Non-Gaussian energy landscape of a simple model for strong network-forming liquids: Accurate evaluation of the configurational entropy

We present a numerical study of the statistical properties of the potential energy landscape of a simple model for strong network-forming liquids. The model is a system of spherical particles interacting through a square-well potential, with an additional constraint that limits the maximum number of bonds N-max per particle. Extensive simulations have been carried out as a function of temperature, packing fraction, and N-max. The dynamics of this model are characterized by Arrhenius temperature dependence of the transport coefficients and by nearly exponential relaxation of dynamic correlators, i.e., features defining strong glass-forming liquids.
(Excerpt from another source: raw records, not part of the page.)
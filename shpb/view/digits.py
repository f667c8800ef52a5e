"""Numbers without false digits: rounded where the second digit of their standard uncertainty stands."""

from __future__ import annotations

import math

from shpb.view.text import NOT_KNOWN, rounded

_DIGITS = 2  # of the uncertainty, JCGM 100:2008, 7.2.6
_LEAST, _MOST = 1e-3, 1e7  # between these no exponent is written
_FINE = -5  # power of ten of the last digit, to which decimals can be read


def to_uncertainty(value: float | None, u: float | None) -> str:
    """Return ``value`` rounded to two significant digits of ``u``; to four of its own where there is no ``u``.

    Examples
    --------
    >>> to_uncertainty(506.615, 4.67), to_uncertainty(0.015234, 0.00066), to_uncertainty(4.7657e-5, 6e-6)
    ('506.6', '0.01523', '4.77e-05')
    >>> to_uncertainty(757.5, 84.5), to_uncertainty(7575.0, 845.0), to_uncertainty(3.0, 0.0996)
    ('758', '7580', '3.00')
    """
    if value is None or not math.isfinite(value):
        return NOT_KNOWN
    place = _place(u)
    if place is None:
        return rounded(value, 4)
    size = abs(value)
    magnitude = math.floor(math.log10(size)) if size > 0 else place
    tiny = size < _LEAST and place < _FINE
    if size > 0 and (tiny or size >= _MOST) and magnitude >= place:
        return f"{value:.{magnitude - place}e}"
    decimals = max(-place, 0)
    text = f"{round(value, -place):.{decimals}f}"
    return text.removeprefix("-") if float(text) == 0 else text


def uncertainty(u: float | None) -> str:
    """Return a standard uncertainty with two significant digits.

    Examples
    --------
    >>> uncertainty(4.672), uncertainty(0.00066), uncertainty(6e-6), uncertainty(846.0), uncertainty(None)
    ('4.7', '0.00066', '6.0e-06', '850', 'not known')
    """
    place = _place(u)
    if u is None or place is None:
        return NOT_KNOWN if u is None or not math.isfinite(u) else "0"
    if not 1e-2 * _LEAST <= u < _MOST:
        return f"{u:.1e}"
    return f"{round(u, -place):.{max(-place, 0)}f}"


def _place(u: float | None) -> int | None:
    """Power of ten of the last digit to keep; None where there is no uncertainty to go by."""
    if u is None or not math.isfinite(u) or u <= 0:
        return None
    first = math.floor(math.log10(u))
    # 0.0996 is 0.10: rounding may carry to the next power of ten.
    return math.floor(math.log10(float(f"{u:.{_DIGITS - 1}e}"))) - (_DIGITS - 1) if first > -300 else None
This model has two important features: (i) Landscape basins can be associated with bonding patterns. (ii) The configurational volume of the basin can be evaluated in a formally exact way, and numerically with an arbitrary precision. These features allow us to evaluate the number of different topologies the bonding pattern can adopt. We find that the number of fully bonded configurations, i.e., configurations in which all particles are bonded to N-max neighbors, is extensive, suggesting that the configurational entropy of the low temperature fluid is finite. We also evaluate the energy dependence of the configurational entropy close to the fully bonded state and show that it follows a logarithmic functional form, different from the quadratic dependence characterizing fragile liquids. We suggest that the presence of a discrete energy scale, provided by the particle bonds, and the intrinsic degeneracy of fully bonded disordered networks differentiates strong from fragile behavior. (c) 2006 American Institute of Physics.